Durante las operaciones nocturnas de rescate marítimo, los helicópteros de emergencia encienden potentes reflectores para escudriñar la superficie oscura del océano. Desde la cabina, los rescatistas no buscan juzgar las fallas del navegante extraviado, sino detectar la más mínima señal de vida para extenderle auxilio. La luz que barre las aguas agitadas tiene un solo propósito: salvar a quien no puede salvarse por sí mismo.
El Salmo 14 nos presenta al Creador asomándose a nuestro mundo con una mirada penetrante y compasiva. El salmista describe una condición universal desoladora: «Dice el necio en su corazón: No hay Dios» (Salmo 14:1a). La necedad no alude a una falta de intelecto, sino a una postura moral y práctica. En medio del ajetreo, es fácil caer en el ateísmo práctico: vivir, tomar decisiones, administrar el tiempo y resolver conflictos como si Dios no existiera. El diagnóstico divino es certero y solemne: «Todos se desviaron, a una se han corrompido; no hay quien haga el bien, no hay ni siquiera uno» (Salmo 14:3).
Nadie puede presentarse ante el Altísimo exhibiendo méritos propios. Nuestra autosuficiencia y devoción superficial se desvanecen ante la santidad celestial. Sin embargo, cuando el Señor mira desde el cielo, no lo hace para abandonarnos a nuestra miseria moral, sino para ofrecernos redención en Su Hijo. Jesús descendió a este abismo para rescatar lo que se había perdido, transformando el corazón rebelde mediante el poder vivificante de Su gracia.
Elena G. de White subraya esta bendita realidad:
«Es imposible que escapemos por nosotros mismos del hoyo de pecado en el que estamos hundidos. Nuestros corazones son malos y no los podemos cambiar. […] Debe haber un poder que obre desde el interior, una vida nueva de lo alto, antes de que el hombre pueda ser transformado del pecado a la santidad. Ese poder es Cristo» (El camino a Cristo, p. 26).
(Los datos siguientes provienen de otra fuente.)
#include "analysis/efficiency/peak.h"

#include <catch2/catch.hpp>
#include <cmath>
#include <iostream>
#include <vector>

#include "tests/analysis/random_source.h"

using namespace loadstair;
using efficiency::CurvePoint;
using efficiency::LossModel;
using estimate::Estimate;

namespace {

LossModel model_of(double p0, double u0, double p1, double u1, double p2, double u2) {
  const auto with = [](double value, const char* key, double u) {
    return Estimate{value, estimate::make_type_b(key, key, estimate::Distribution::normal), u};
  };
  LossModel out;
  out.p0 = with(p0, "p0", u0);
  out.p1 = with(p1, "p1", u1);
  out.p2 = with(p2, "p2", u2);
  out.least_w = 30;
  out.greatest_w = 600;
  return out;
}

}  // namespace

TEST_CASE("the peak of a loss model, and its greatest efficiency") {
  // p* = sqrt(p0/p2), eta* = 1/(1 + p1 + 2 sqrt(p0 p2)), by calculus; and by search.
  const auto peak = efficiency::peak_of(model_of(2.4, 1e-6, 0.008, 1e-9, 3e-5, 1e-12));
  REQUIRE(peak);
  CHECK(peak->power.value() == Approx(std::sqrt(2.4 / 3e-5)).epsilon(1e-12));
  double best = 0;
  for (double p = 30; p < 600; p += 0.001) best = std::max(best, p / (p + 2.4 + p * (0.008 + p * 3e-5)));
  CHECK(peak->efficiency.value() == Approx(best).epsilon(1e-10));
  CHECK(peak->with_peak == 1);
  CHECK(peak->remarks.empty());
}

// p0 alone uncertain: sqrt is monotonic, so its quantiles are those of p0 under the root.
TEST_CASE("the interval of the peak's power is not the linear one") {
  const double p2 = 3e-5;
  const auto peak = efficiency::peak_of(model_of(2.4, 0.9, 0.008, 0, p2, 0), 400'000);
  REQUIRE(peak);
  // Normal quantile, JCGM 100:2008 table G.2.
  const double low = std::sqrt((2.4 - 1.959964 * 0.9) / p2);
  const double high = std::sqrt((2.4 + 1.959964 * 0.9) / p2);
  CHECK(peak->power_interval.low == Approx(low).epsilon(0.01));
  CHECK(peak->power_interval.high == Approx(high).epsilon(0.003));
  CHECK(peak->power_interval.method == estimate::CoverageMethod::monte_carlo);
  const double linear_low = peak->power.value() - 1.959964 * peak->power.standard_uncertainty();
  CHECK(std::abs(linear_low - low) > 10);
  CHECK(peak->efficiency_interval.low ==
        Approx(1 / (1.008 + 2 * std::sqrt((2.4 + 1.959964 * 0.9) * p2))).epsilon(1e-4));
  CHECK(peak->efficiency_interval.high ==
        Approx(1 / (1.008 + 2 * std::sqrt((2.4 - 1.959964 * 0.9) * p2))).epsilon(1e-4));
}

TEST_CASE("a peak that the coefficients do not resolve is refused") {
  // Normal: below zero with 2.5 % at 1.96 u. Just resolved, and just not.
  const auto resolved = efficiency::peak_of(model_of(2.4, 2.4 / 2.05, 0.008, 0, 3e-5, 0));
  REQUIRE(resolved);
  CHECK(resolved->with_peak == Approx(0.9798).margin(0.002));
  CHECK(std::isfinite(resolved->power_interval.low));
  CHECK(resolved->power_interval.low > 0);
  CHECK(resolved->remarks.empty());
  // The lower quantile lies at 28 W, below the measured 30 W.
  const auto beyond = efficiency::peak_of(model_of(2.4, 2.4 / 1.98, 0.008, 0, 3e-5, 0), 400'000);
  REQUIRE(beyond);
  REQUIRE(beyond->remarks.size() == 1);
  CHECK(beyond->remarks[0].find("reaches beyond the measured span") != std::string::npos);
  const auto not_resolved = efficiency::peak_of(model_of(2.4, 2.4 / 1.8, 0.008, 0, 3e-5, 0));
  REQUIRE_FALSE(not_resolved);
  CHECK(not_resolved.refusal().reason.find("constant and quadratic loss are not resolved") == 0);
  const auto quadratic = efficiency::peak_of(model_of(2.4, 0, 0.008, 0, 3e-5, 3e-5 / 1.5));
  REQUIRE_FALSE(quadratic);
  CHECK_FALSE(efficiency::peak_of(model_of(-1, 0.1, 0.008, 0, 3e-5, 0)));
  CHECK_FALSE(efficiency::peak_of(model_of(2.4, 0.1, 0.008, 0, 0, 0)));
  // sqrt(24/3e-5) = 894 W lies beyond 600 W.
  CHECK_FALSE(efficiency::peak_of(model_of(24, 0.1, 0.008, 0, 3e-5, 0)));
  auto bent = model_of(2.4, 0.1, 0.008, 0, 3e-5, 1e-6);
  bent.lack_of_fit = true;
  CHECK_FALSE(efficiency::peak_of(bent));
}

// Draws of this test: a gain error common to all levels and noise of each, fitted anew every time.
TEST_CASE("the peak's interval holds the truth as often as it says") {
  tests::RandomSource random{tests::seed_of_tests()};
  const double truth_w = std::sqrt(2.4 / 3e-5);
  const double truth = 1 / (1.008 + 2 * std::sqrt(2.4 * 3e-5));
  int fits = 0;
  int power_held = 0;
  int efficiency_held = 0;
  for (int k = 0; k < 300; ++k) {
    const double gain = 0.0005 * random.normal();
    std::vector<CurvePoint> points;
    for (const double load : {60.0, 120.0, 180.0, 300.0, 450.0, 600.0}) {
      const std::string label = std::to_string(std::lround(load));
      const double loss = 2.4 + load * (0.008 + load * 3e-5);
      const double shown = (load + loss) * (1 + gain) + 0.05 * random.normal();
      const Estimate input =
          Estimate{shown, estimate::make_type_b("gain", "gain", estimate::Distribution::normal),
                   0.0005 * shown} +
          Estimate{0, estimate::make_type_b(label, label, estimate::Distribution::normal), 0.05};
      points.push_back({label, input, Estimate{load}, input - load, load / input});
    }
    const auto model = efficiency::fit_loss_model(points, 0.001);
    REQUIRE(model);
    if (model->lack_of_fit) continue;
    const auto peak = efficiency::peak_of(*model, 5000);
    REQUIRE(peak);
    ++fits;
    power_held += peak->power_interval.low <= truth_w && truth_w <= peak->power_interval.high ? 1 : 0;
    efficiency_held +=
        peak->efficiency_interval.low <= truth && truth <= peak->efficiency_interval.high ? 1 : 0;
  }
  std::cout << "peak: power held in " << power_held << ", efficiency in " << efficiency_held << " of " << fits
            << " fits\n";
  // 95 % of 285 is 271 with a deviation of 3.7; three of them either way.
  CHECK(power_held > 0.911 * fits);
  CHECK(efficiency_held > 0.911 * fits);
}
El clamor final del salmo anticipa el triunfo del plan redentor: «¡Oh, que de Sion saliera la salvación de Israel!» (Salmo 14:7a). Aquella salvación anhelada se cumplió en el Gólgota y culminará gloriosamente en la segunda venida de Cristo, cuando el pueblo de Dios sea restaurado para siempre. La aplicación para hoy es clara: buscar a Dios con entendimiento significa rendir nuestras agendas, abandonar la falsa seguridad en nuestras fuerzas y acudir al Salvador cada mañana.
Cuando el cielo mire hoy tu vida, ¿encontrará un corazón que busca refugio en Cristo, o una voluntad que insiste en caminar sin Su dirección?
Oración:
Señor y Dios mío, reconozco mi fragilidad y confieso que muchas veces he vivido en mis propias fuerzas, olvidándome de buscarte. Examina mis pensamientos, limpia mi corazón por los méritos de Cristo y enséñame a depender enteramente de tu gracia transformadora en este día. En el nombre de Jesús, amén.